La una de la madrugada parece ser una buena hora para poner orden en las ideas. Lo más reciente, hace unos minutos, una película de Buñuel, Nazarín, un poco más allá la renta básica en el libro de Cive Pérez, y durante la tarde un texto de Rousseau, las Ensoñaciones del paseante solitario.

De entrada me sorprendió la primera parte de este conocido texto de Rousseau, un hombre notable de su tiempo que comienza su escrito describiendo el sentimiento de desazón de quien ha sido proscrito por el mundo y, malhumorado, se recluye en la soledad de sus paseos, que se lamenta largamente de esos hombres que con el refinamiento de su odio –aquí Rousseau parece querer expresar que tiene a toda la humanidad en su contra– le obligan a un ostracismo voluntario desde el que va a embarcarse en una especie de diario íntimo pero como dirigido urbi et orbi a todos sus conciudadanos. Es decir un texto, a lo que llevo leído, con apariencia de reflexión para su propio coleto que lo que encierra es una agria repulsa contra todos los hombres a los que pretende abofetear con sus “ensoñaciones”. Rousseau no se molesta en usar el artículo indefinido o algún adjetivo que matice ese “todos”. Está desesperadito y su ánimo le impele, a modo de despecho, un alejamiento radical de esa sociedad que tan mal se ha portado con él. Pero en este punto le asalta un interrogante esencial; escribe: “Pero yo, desligado de ellos y de todo, ¿qué soy yo mismo?”

Su primer paseo es un lamento interminable que recuerda lejanamente el enfurruñamiento de un niño que ante algún incidente de juego con un amigo, exclama: “ahora no juego contigo”.

Acostumbrados como estamos a ver personajes célebres como rodeados por el aura de su autoridad, su sabiduría o la pátina que los siglos dejan sobre aquellos que hicieron contribuciones importantes a la humanidad,  y frente a los cuáles podemos sentirnos como pobres diablos usufructuarios de su saber, resulta simpático encontrarse de repente en uno de ellos, de sus más notables, con esas debilidades humanas que parece que sólo fueran atribuibles a la gente de a pie.

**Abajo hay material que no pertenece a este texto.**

import { appendFileSync, existsSync, readFileSync } from 'node:fs';
import type { SweepRow } from './result-row.js';

/** One stored result: the row and what it was made from. */
export interface JournalEntry {
  /** The capture's key: its path relative to the sweep root. */
  readonly capture: string;
  /** SHA-256 of its data, descriptor and reference bytes. */
  readonly inputSha256: string;
  /** SHA-256 of the library version and the analysis settings. */
  readonly settingsSha256: string;
  /** The result row. */
  readonly row: SweepRow;
}

/** The journal's file name inside the output folder. */
export const JOURNAL_FILE = 'journal.jsonl';

/**
 * Reads a sweep journal: one JSON entry per line, in the order appended. A
 * line that does not parse (the last line of a run killed while writing it)
 * is ignored, so its capture is analysed again.
 * @returns the entries, later ones after earlier ones; empty when the file does not exist
 * @example readJournal('osnr-sweep-sweep/journal.jsonl').map((e) => e.capture)
 */
export function readJournal(path: string): JournalEntry[] {
  if (!existsSync(path)) return [];
  const entries: JournalEntry[] = [];
  for (const line of readFileSync(path, 'utf8').split('\n')) {
    if (line === '') continue;
    try {
      const e = JSON.parse(line) as JournalEntry;
      if (typeof e?.capture === 'string' && typeof e.inputSha256 === 'string' && e.row) entries.push(e);
    } catch {
      // A torn line: ignored.
    }
  }
  return entries;
}

/** Appends one entry as a single line, in one write of a few kilobytes. */
export function appendJournal(path: string, entry: JournalEntry): void {
  appendFileSync(path, `${JSON.stringify(entry)}\n`);
}

/**
 * Ends a torn last line (left by a run killed while writing it) with a
 * newline, so that the next entry starts a line of its own. Call once before
 * appending.
 */
export function closeTornLine(path: string): void {
  if (!existsSync(path)) return;
  const text = readFileSync(path, 'utf8');
  if (text.length > 0 && !text.endsWith('\n')) appendFileSync(path, '\n');
}

/** The latest entry per capture made with these settings, by capture key. */
export function latestEntries(entries: readonly JournalEntry[], settingsSha256: string): Map<string, JournalEntry> {
  const latest = new Map<string, JournalEntry>();
  for (const e of entries) if (e.settingsSha256 === settingsSha256) latest.set(e.capture, e);
  return latest;
}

Un modo de ver por cierto de que se han aprovechado ciertas clases sociales a lo largo de la historia para marcar distancias con la plebe, para hacer visible la diferencia de clase, estatus o posición social. Ir vestido de determinado modo, ser ministro, tener un concreto modelo de coche o poseer una casa despampanante siempre han sido maneras de decir a lo otros “cuidado, que hay clases”. Una idea que en cierto modo es perfectamente extrapolable al respeto que podamos sentir por todos aquellos que sobresalieron por alguna razón en base a que se distinguieron de sus conciudadanos haciendo importantes aportaciones a la humanidad. Hay en los entramados de la psicología tantos aspectos curiosos, que a la fuerza necesitan de años de vida y experiencia para ser descodificados, que uno se sonríe pensando hasta qué punto han sido, siguen siendo, efectivos los métodos distintivos que tienden a decir a otros: eh, tú, mucho respeto, ¿no has visto mi impedimenta, no ves la agilidad con que uso el cuchillo del pescado, mi compostura, la pasta que tengo, el cochazo que conduzco, el birrete con que voy tocado, los libros que he escrito, las acciones que tengo? Hasta llevar un trozo de tela colgado del cuello quiere convertirse todavía en un signo distintivo, ese trozo de tela, de trapo, que tan unánimemente la clase dominante lleva indefectiblemente bajo el gaznate.

Esa afición de marcar lindes, distintivos, diferenciaciones a que han sido tan aficionadas determinadas clases sociales y que de hecho se acepta como signo de compostura y respeto –aunque el mono se vista de seda mono se queda–, parece que fuera un mecanismo que aplicado en otros ámbitos también funciona. Sucede con los hombres o mujeres notables del ámbito cultural o histórico a los que profesamos un plus de respetabilidad por sus logros o sus hechos que hace que nos sea difícil verlos en el plano de la vulnerabilidad o la cotidianidad en que nos vemos a nosotros mismos o al vecino de al lado.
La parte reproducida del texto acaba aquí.